[Opening Material to process section]
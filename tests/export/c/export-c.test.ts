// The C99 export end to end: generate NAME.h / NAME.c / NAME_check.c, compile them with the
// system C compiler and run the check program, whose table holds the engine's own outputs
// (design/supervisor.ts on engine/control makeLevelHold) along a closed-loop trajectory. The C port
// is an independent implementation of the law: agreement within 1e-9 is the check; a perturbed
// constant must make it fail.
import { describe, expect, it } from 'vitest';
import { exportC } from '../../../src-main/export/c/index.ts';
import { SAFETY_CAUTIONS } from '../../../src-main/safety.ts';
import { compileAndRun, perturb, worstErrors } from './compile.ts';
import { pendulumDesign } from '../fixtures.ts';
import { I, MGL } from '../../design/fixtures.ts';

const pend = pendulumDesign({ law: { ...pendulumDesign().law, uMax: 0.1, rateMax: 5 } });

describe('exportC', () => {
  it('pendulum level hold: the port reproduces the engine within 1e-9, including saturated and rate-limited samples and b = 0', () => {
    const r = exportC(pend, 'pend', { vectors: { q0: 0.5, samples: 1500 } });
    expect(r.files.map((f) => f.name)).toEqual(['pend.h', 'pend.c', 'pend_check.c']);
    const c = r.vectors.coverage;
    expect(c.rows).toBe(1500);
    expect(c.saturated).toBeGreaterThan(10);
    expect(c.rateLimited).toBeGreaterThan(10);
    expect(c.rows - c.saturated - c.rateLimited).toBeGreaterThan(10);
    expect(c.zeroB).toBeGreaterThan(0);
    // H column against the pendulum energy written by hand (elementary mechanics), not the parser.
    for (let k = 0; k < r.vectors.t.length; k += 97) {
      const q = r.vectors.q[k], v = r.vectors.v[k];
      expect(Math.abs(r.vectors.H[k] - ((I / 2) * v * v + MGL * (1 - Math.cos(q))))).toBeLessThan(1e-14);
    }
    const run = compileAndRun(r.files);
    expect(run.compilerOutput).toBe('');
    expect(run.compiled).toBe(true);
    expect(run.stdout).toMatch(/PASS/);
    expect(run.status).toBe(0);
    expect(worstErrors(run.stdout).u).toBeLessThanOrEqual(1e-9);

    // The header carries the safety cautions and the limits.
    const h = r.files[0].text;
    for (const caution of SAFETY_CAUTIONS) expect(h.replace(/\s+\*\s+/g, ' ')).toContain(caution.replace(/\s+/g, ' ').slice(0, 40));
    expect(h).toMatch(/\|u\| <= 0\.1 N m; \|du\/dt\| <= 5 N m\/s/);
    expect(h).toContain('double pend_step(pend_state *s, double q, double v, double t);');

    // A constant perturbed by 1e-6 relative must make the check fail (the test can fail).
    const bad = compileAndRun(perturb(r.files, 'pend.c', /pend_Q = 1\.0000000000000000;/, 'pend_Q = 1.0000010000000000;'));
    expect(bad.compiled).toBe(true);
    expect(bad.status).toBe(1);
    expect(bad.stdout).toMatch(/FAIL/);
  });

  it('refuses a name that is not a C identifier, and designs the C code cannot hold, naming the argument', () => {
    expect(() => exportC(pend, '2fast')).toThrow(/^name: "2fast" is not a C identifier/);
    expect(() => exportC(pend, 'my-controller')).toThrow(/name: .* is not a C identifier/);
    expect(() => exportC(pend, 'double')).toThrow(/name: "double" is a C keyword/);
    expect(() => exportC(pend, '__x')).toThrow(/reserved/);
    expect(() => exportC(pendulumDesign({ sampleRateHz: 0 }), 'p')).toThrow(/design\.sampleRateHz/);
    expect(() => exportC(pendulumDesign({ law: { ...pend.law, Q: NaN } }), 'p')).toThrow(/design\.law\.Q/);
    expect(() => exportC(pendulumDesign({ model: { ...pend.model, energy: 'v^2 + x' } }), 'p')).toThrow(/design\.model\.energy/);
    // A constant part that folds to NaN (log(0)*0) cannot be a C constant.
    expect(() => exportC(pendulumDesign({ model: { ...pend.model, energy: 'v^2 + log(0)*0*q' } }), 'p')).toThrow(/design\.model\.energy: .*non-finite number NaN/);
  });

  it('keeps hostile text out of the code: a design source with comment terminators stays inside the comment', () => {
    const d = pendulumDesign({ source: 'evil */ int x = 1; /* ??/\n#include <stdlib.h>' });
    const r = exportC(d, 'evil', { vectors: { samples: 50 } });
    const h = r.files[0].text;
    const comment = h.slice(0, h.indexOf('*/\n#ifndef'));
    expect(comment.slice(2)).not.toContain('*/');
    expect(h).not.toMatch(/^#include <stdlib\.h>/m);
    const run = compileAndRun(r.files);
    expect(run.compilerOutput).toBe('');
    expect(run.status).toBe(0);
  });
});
[Closing Material to process section]
[Opening Material to process section]
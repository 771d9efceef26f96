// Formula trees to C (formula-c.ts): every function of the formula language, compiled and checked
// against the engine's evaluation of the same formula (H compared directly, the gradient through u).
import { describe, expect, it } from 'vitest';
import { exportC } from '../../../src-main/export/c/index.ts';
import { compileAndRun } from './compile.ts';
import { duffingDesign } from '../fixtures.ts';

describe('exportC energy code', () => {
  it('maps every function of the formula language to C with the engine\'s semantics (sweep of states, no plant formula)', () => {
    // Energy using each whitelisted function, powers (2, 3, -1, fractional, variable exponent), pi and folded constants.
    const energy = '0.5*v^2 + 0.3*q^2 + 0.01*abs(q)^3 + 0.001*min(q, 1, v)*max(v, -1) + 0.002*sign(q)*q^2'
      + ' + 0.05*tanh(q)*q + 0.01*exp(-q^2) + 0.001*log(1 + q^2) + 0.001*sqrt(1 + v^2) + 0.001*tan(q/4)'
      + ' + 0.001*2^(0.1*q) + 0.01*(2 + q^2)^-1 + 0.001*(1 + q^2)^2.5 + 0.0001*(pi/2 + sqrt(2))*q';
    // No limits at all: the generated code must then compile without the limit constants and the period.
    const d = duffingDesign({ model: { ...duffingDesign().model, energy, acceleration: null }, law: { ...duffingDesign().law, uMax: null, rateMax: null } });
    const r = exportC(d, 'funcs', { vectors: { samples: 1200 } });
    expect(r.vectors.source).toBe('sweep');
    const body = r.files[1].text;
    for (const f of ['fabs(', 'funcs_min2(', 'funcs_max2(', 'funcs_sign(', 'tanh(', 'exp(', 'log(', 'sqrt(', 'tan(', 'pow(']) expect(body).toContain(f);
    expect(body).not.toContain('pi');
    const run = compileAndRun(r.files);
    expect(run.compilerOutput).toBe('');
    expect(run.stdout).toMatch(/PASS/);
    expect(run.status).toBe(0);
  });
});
[Closing Material to process section]
> **Prompt**: Check each line of the entries above, and show every one holding the word "describe".

> **Solution**:
import { describe, expect, it } from 'vitest';
describe('exportC', () => {
import { describe, expect, it } from 'vitest';
describe('exportC energy code', () => {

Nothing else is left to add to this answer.